━━━━━ INPUT RECORDS

// perfectFit warns when the residuals are zero, or at the level of the
// rounding of the data.
func perfectFit(ssr float64, m moments, b float64) *Warning {
	switch {
	case ssr == 0:
		return &Warning{Code: WarnPerfectFit, Message: "the points lie exactly on a line: standard errors are zero"}
	case ssr <= 1e-26*(m.syy+b*b*m.sxx):
		return &Warning{Code: WarnPerfectFit, Message: "the points lie on a line to within the rounding of double precision: the standard errors reflect rounding only"}
	}
	return nil
}

func lambdaAssumed(m Method) *Warning {
	return &Warning{Code: WarnLambdaAssumed, Message: fmt.Sprintf(
		"%s: no error-variance ratio was given and no uncertainties were stated, so λ = 1 (equal error variances) was assumed", m)}
}

// demingJackknife computes leave-one-out Deming fits (λ = +Inf: OLS) in
// O(n) by downdating the centred moments, each change of the slope by
// demingStep and of the line at x̄ as
//
//	ŷ_(i)(x̄) − ȳ = (−e_i + δ_i·(x_i − x̄)) / (n − 1)
//
// so that the spread of the leave-one-out lines keeps its digits however
// close the points lie to the line. A point whose removal the downdate
// cannot resolve (it dominates the spread) is refitted exactly.
func demingJackknife(x, y []float64, m moments, lambda, a, b, t, conf float64) (*Jackknife, error) {
	n := len(x)
	db := make([]float64, n)
	da := make([]float64, n)
	dc := make([]float64, n)
	k := m.n / (m.n - 1)
	g := 1 / (m.n - 1)
	for i := range n {
		dx, dy := dev(x[i], m.mx, m.lx), dev(y[i], m.my, m.ly)
		_, _, _, delta, ok := demingStep(m, dx, dy, k, lambda, b)
		var c, d float64
		if ok {
			c = g * (delta*dx - (dy - b*dx))
			d = c - delta*m.mx
		} else {
			mi := momentsWithout(x, y, i)
			if !(mi.sxx > 0) || (mi.sxy == 0 && !math.IsInf(lambda, 1)) {
				return nil, fmt.Errorf("%w: without point %d the data determine no line", ErrDegenerate, i+1)
			}
			bi := demingSlope(mi.sxx, mi.syy, mi.sxy, lambda)
			delta = bi - b
			c = ((mi.my - m.my) + (mi.ly - m.ly)) + bi*((m.mx-mi.mx)+(m.lx-mi.lx))
			// The intercept directly: c − δ·x̄ would cancel when x̄ is
			// far from the other points' mean; the rounding of a is common
			// to every point and leaves the spread alone.
			d = (mi.my - bi*mi.mx) - a
		}
		db[i], dc[i], da[i] = delta, c, d
	}
	return jackknifeDeltas(a, b, &Centre{X: m.mx, Y: m.my}, da, db, dc, t, conf)
}

// momentsWithout returns the centred moments of (x, y) without point skip,
// in two passes.
func momentsWithout(x, y []float64, skip int) moments {
	var sx, sy float64
	for i := range x {
		if i != skip {
			sx += x[i]
			sy += y[i]
		}
	}
	fn := float64(len(x) - 1)
	m := moments{n: fn, mx: sx / fn, my: sy / fn}
	var cx, cy, xx, yy, xy float64
	for i := range x {
		if i == skip {
			continue
		}
		dx, dy := x[i]-m.mx, y[i]-m.my
		cx += dx
		cy += dy
		xx += dx * dx
		yy += dy * dy
		xy += dx * dy
	}
	m.mx, m.lx = twoSum(m.mx, cx/fn)
	m.my, m.ly = twoSum(m.my, cy/fn)
	m.sxx, m.syy, m.sxy = xx-cx*cx/fn, yy-cy*cy/fn, xy-cx*cy/fn
	return m
}

// jackknifeDeltas turns the changes of intercept (da), slope (db) and the
// line at the centre c (dc) on leaving out each point into standard
// errors, covariances and t intervals around the full-sample estimates:
//
//	SE = √((n−1)/n · Σ(θ_(i) − θ_(·))²)
//
// It fills c.SE and c.Cov, and reuses da and db for the leave-one-out
// intercepts and slopes.
func jackknifeDeltas(a, b float64, c *Centre, da, db, dc []float64, t, conf float64) (*Jackknife, error) {
	n := float64(len(db))
	var ma, mb, mc float64
	for i := range db {
		ma += da[i]
		mb += db[i]
		mc += dc[i]
	}
	ma /= n
	mb /= n
	mc /= n
	var saa, sbb, scc, sab, scb float64
	for i := range db {
		ea, eb, ec := da[i]-ma, db[i]-mb, dc[i]-mc
		saa += ea * ea
		sbb += eb * eb
		scc += ec * ec
		sab += ea * eb
		scb += ec * eb
		da[i] += a
		db[i] += b
	}
	f := (n - 1) / n
	c.SE, c.Cov = math.Sqrt(f*scc), f*scb
	if !allFinite(saa, sbb, scc, sab, scb) {
		return nil, fmt.Errorf("%w: a leave-one-out line leaves the double-precision range", ErrDegenerate)
	}
	return &Jackknife{
		Slope:        estimate(b, math.Sqrt(f*sbb), t, conf, "jackknife-t"),
		Intercept:    estimate(a, math.Sqrt(f*saa), t, conf, "jackknife-t"),
		Cov:          f * sab,
		SlopeLOO:     db,
		InterceptLOO: da,
		Centre:       c,
	}, nil
}

// jackknifeSummary turns leave-one-out estimates into standard errors,
// a covariance and t intervals around the full-sample estimates:
//
//	SE = √((n−1)/n · Σ(θ_(i) − θ_(·))²)
func jackknifeSummary(a, b float64, as, bs []float64, t, conf float64) *Jackknife {
	n := float64(len(bs))
	var ma, mb float64
	for i := range bs {
		ma += as[i]
		mb += bs[i]
	}
	ma /= n
	mb /= n
	var saa, sbb, sab float64
	for i := range bs {
		da, db := as[i]-ma, bs[i]-mb
		saa += da * da
		sbb += db * db
		sab += da * db
	}
	f := (n - 1) / n
	seA, seB := math.Sqrt(f*saa), math.Sqrt(f*sbb)
	return &Jackknife{
		Slope:        estimate(b, seB, t, conf, "jackknife-t"),
		Intercept:    estimate(a, seA, t, conf, "jackknife-t"),
		Cov:          f * sab,
		SlopeLOO:     bs,
		InterceptLOO: as,
	}
}

// WeightedDeming fits y = a + b·x when the error standard deviations of x
// and y are proportional to the level (constant coefficients of variation
// whose squared ratio is λ), by Linnet's (1990, 1993) iterative reweighting:
// start from weights 1/((x+y)/2)², fit a weighted Deming line, estimate the
// true points
//
//	d_i = y_i − a − b·x_i,  x̂_i = x_i + b·d_i/(λ + b²),  ŷ_i = y_i − λ·d_i/(λ + b²)
//
// reweight with w_i = 1/((x̂_i + ŷ_i)/2)², and repeat until the slope changes
// by less than Tol (relative). Every x and y must be positive. Standard errors
// and intervals are the jackknife's (Linnet 1990), with t on n−2 df.
func WeightedDeming(x, y []float64, opt *DemingOptions) (*Fit, error) {
	conf, lambda, assumed, err := opt.resolve()
	if err != nil {
		return nil, err
	}
	if err := checkXY(x, y); err != nil {
		return nil, err
	}
	for i := range x {
		if !(x[i] > 0) {
			return nil, &PointError{Index: i, Field: "x", Err: ErrNonPositiveLevel}
		}
		if !(y[i] > 0) {
			return nil, &PointError{Index: i, Field: "y", Err: ErrNonPositiveLevel}
		}
	}
	sc := levelScale(x, y)
	xs, ys := sc.ScaleX(x), sc.ScaleY(y)
	wd := newWDeming(opt, lambda, len(x))
	a, b, c, iter, err := wd.line(xs, ys, 0, math.NaN())
	if err != nil {
		return nil, err
	}
	n := len(x)
	df := n - 2
	t := tQuantile(conf, df)
	f := &Fit{
		Method:     MethodWeightedDeming,
		N:          n,
		Confidence: conf,
		Lambda:     lambda,
		DOF:        df,
		Iterations: iter,
		Converged:  true,
		ResidualSD: wd.relativeResidualSD(xs, ys, a, b),
	}
	maxN := 5000
	if opt != nil && opt.JackknifeMaxN > 0 {
		maxN = opt.JackknifeMaxN
	}
	var jk *Jackknife
	if n <= maxN {
		jk, err = wd.jackknife(xs, ys, a, b, c, t, conf)
	} else {
		jk, err = wd.jackknifeFixedWeights(xs, ys, a, b, c, t, conf)
		f.Warnings = append(f.Warnings, &Warning{Code: WarnJackknifeSkipped, Message: fmt.Sprintf(
			"weighted_deming: n = %d exceeds %d, so the jackknife held the weights at their full-sample values instead of refitting each leave-one-out sample", n, maxN)})
	}
	if err != nil {
		return nil, err
	}
	f.Jackknife = jk
	f.Slope = jk.Slope
	f.Intercept = jk.Intercept
	f.CovSlopeIntercept = jk.Cov
	f.Centre = jk.Centre
	sc.Unscale(f, true)
	if assumed {
		f.Warnings = append(f.Warnings, lambdaAssumed(MethodWeightedDeming))
	}
	if err := f.finite(); err != nil {
		return nil, err
	}
	return f, nil
}

// levelScale is the common power of two that centres the binary exponents
// of the (positive) x and y of weighted Deming on 1, when they reach
// beyond [2^-400, 2^400]: the inverse levels 1/((x̂ + ŷ)/2) and the
// weighted sums then stay inside double precision for any data that pass
// validation. x and y share one scale, since the level mixes them.
func levelScale(x, y []float64) Scale {
	lo, hi := math.Inf(1), 0.0
	for _, c := range [][]float64{x, y} {
		for _, v := range c {
			lo, hi = math.Min(lo, v), math.Max(hi, v)
		}
	}
	if lo >= 0x1p-400 && hi <= 0x1p400 {
		return Scale{}
	}
	_, elo := math.Frexp(lo)
	_, ehi := math.Frexp(hi)
	e := (elo + ehi) / 2
	return Scale{X: e, Y: e}
}

// wDeming holds the settings and scratch space of the weighted Deming
// iteration, so that repeated fits (jackknife, bootstrap) allocate nothing.
// inv holds the inverse levels 1/((x̂ + ŷ)/2): the weights are their
// squares, used as (inv·(x − x̄))² in the second moments and normalised by
// the largest for the means, so that neither over- nor underflows.
type wDeming struct {
	lambda  float64
	tol     float64
	maxIter int
	inv     []float64
	invMax  float64
}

━━━━━━━━━━

● **WHAT IS NEEDED**: Show every line above in which the word "make" is found.

● **RESPONSE AREA**:
	db := make([]float64, n)
	da := make([]float64, n)
	dc := make([]float64, n)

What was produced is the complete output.